A differenza di quello che ha dichiarato l’ex assessore Lanfranco Venturoni, rispondendo all’interpellanza del consigliere Antonio Saia sulla mancanza di strutture per curare i malati terminali di tumore, nemmeno a Pescara c’è un Hospice funzionante. C’è una targa vicino ad una porta, ma dietro c’è solo un ambulatorio per la terapia del dolore: «la struttura è stata inaugurata alcuni anni fa, ma non è stata mai aperta, tanto che giace in pessime condizioni», scrive Valeria Ballarini, presidente regionale della Sicp, e conferma la direzione sanitaria. Di Hospice non se ne parla, spiegano alla Asl, perché non è possibile assumere medici ed infermieri. Quindi non solo in passato non si è riusciti a passare dalla fase della progettazione a quella della realizzazione, nonostante i miliardi messi a disposizione dal Governo: anche oggi la cura dei malati oncologici non sembra un argomento degno di interesse per il Programma operativo, spesso presentato come il fiore all’occhiello della sanità targata Chiodi-Baraldi, ma che in questo settore non brilla. Infatti i progetti vengono rinviati e si affida tutto all’assistenza domiciliare, che non è l’Hospice, ma uno dei livelli di questo tipo di assistenza. Oppure si fa riferimento alla terapia del dolore, che non è l’Hospice, perché non basta questo intervento ad affrontare un problema che è molto più complesso e necessita di specialisti di vario tipo. E se consideriamo che l’Abruzzo è ancora l’unica regione in Italia senza Hospice, possiamo dedurre che la dignità della malattia non conta niente nella sanità che ci viene proposta.
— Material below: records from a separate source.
/**
 * `kinhue tune <photos...> --out <dir> [--from <dir>]`: fine-tunes a model (the shipped one by
 * default) on an archive's own colour photographs, with a lower learning rate, keeping the best
 * weights by held-out error.
 */
import type { ArgumentsCamelCase, Argv, CommandModule } from 'yargs';
import { UsageError } from '../../errors.js';
import { DEFAULT_MODEL_DIR } from '../../model/index.js';
import { fit } from '../../training/index.js';
import { checkFitArgs, fitOptions, fitOptionsFrom, runWithProgress, type FitArgs } from '../training-report.js';

const EXAMPLE = 'kinhue tune family-colour/ --out models/family --hours 1';

export interface TuneArgs extends FitArgs {
  from?: string;
  'freeze-encoder': boolean;
}

/**
 * Checks a parsed `tune` command line. Pure: throws UsageError with an example.
 * @example
 *   check({ photos: ['family-colour/'], out: 'models/family', steps: 500 }); // true
 */
export function check(argv: Partial<TuneArgs>): true {
  checkFitArgs(argv, EXAMPLE);
  if (argv.from !== undefined && argv.from.trim() === '') throw new UsageError(`--from needs a model folder\nExample usage: ${EXAMPLE} --from models/kinhue-base`);
  return true;
}

export const command: CommandModule<object, TuneArgs> = {
  command: 'tune <photos...>',
  describe: 'fine-tune a model on your own colour photographs (keeps the best by held-out error)',
  builder: (yargs: Argv) =>
    fitOptions(yargs)
      .option('from', { type: 'string', describe: 'model folder to start from (default: the shipped model)' })
      .option('freeze-encoder', { type: 'boolean', default: false, describe: 'keep the encoder fixed; learn only the decoder (small archives)' })
      .option('learning-rate', { type: 'number', describe: 'optimiser learning rate (default 1e-4, a tenth of train\'s)' })
      .example(EXAMPLE, 'tune the shipped model for an hour')
      .example('kinhue tune family-colour/ --out models/family --steps 300 --freeze-encoder', 'a short tune that changes only the decoder')
      .check((argv) => check(argv as Partial<TuneArgs>)),
  handler: async (argv: ArgumentsCamelCase<TuneArgs>) => {
    await runWithProgress('tune', (signal, onEvent) =>
      fit(
        { ...fitOptionsFrom(argv), mode: 'tune', from: argv.from ?? DEFAULT_MODEL_DIR, freezeEncoder: argv['freeze-encoder'], signal },
        onEvent,
      ),
    );
  },
};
Ma c’è di più. La notizia che rischia di modificare questo tipo di assistenza è che, proprio in presenza delle difficoltà di assumere personale, la Asl di Pescara sta pensando ad esternalizzare questo servizio, affidandolo ad una onlus attiva nel settore. A Chieti, invece, è stato annullato il progetto di Hospice a cui si stava lavorando sia con il manager Luigi Conga che con il successore Mario Maresca. Se adesso chiedi al centralino di parlare con l’Hospice o ti passano il reparto della Terapia del dolore dove ti rispondono che il centralino ha sbagliato o ti dirottano a Lanciano. Qui l’infermiere che risponde ti indirizza a parlare con il dottor Pier Paolo Carinci, responsabile dell’UOS, unità operativa semplice aziendale cure palliative, in predicato di essere incaricato di organizzare l’Hospice in quell’ospedale. E i 4,5 milioni di euro che in passato erano stati stanziati a livello nazionale per questo tipo di assistenza?
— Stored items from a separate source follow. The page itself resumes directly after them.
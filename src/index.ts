// The public API of kinhue. Re-exports only.
export * from './errors.js';
export * from './files/index.js';
export { VERSION } from './version.js';
export * from './colour/index.js';
export * from './model/index.js';
export * from './image/index.js';
export * from './training/index.js';
export * from './batch/index.js';
export * from './hints/index.js';
export * from './report/index.js';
Sono andati “in perenzione”, dicono alla Asl di Chieti. Cioè non sono stati spesi e sono stati rimandati indietro. Adesso che i fondi non ci sono proprio, si pensa che la soluzione di Pescara, cioè di appaltare il tutto ai privati, sarà quella più percorribile. Insomma il dolore come fonte di lucro. Dalle opere pie, all’ospedale pubblico, agli appaltatori privati: una bella marcia indietro culturale nella terra di San Camillo, il santo che 400 anni fa aveva spiegato che curare i malati è un’opera di pietà cristiana.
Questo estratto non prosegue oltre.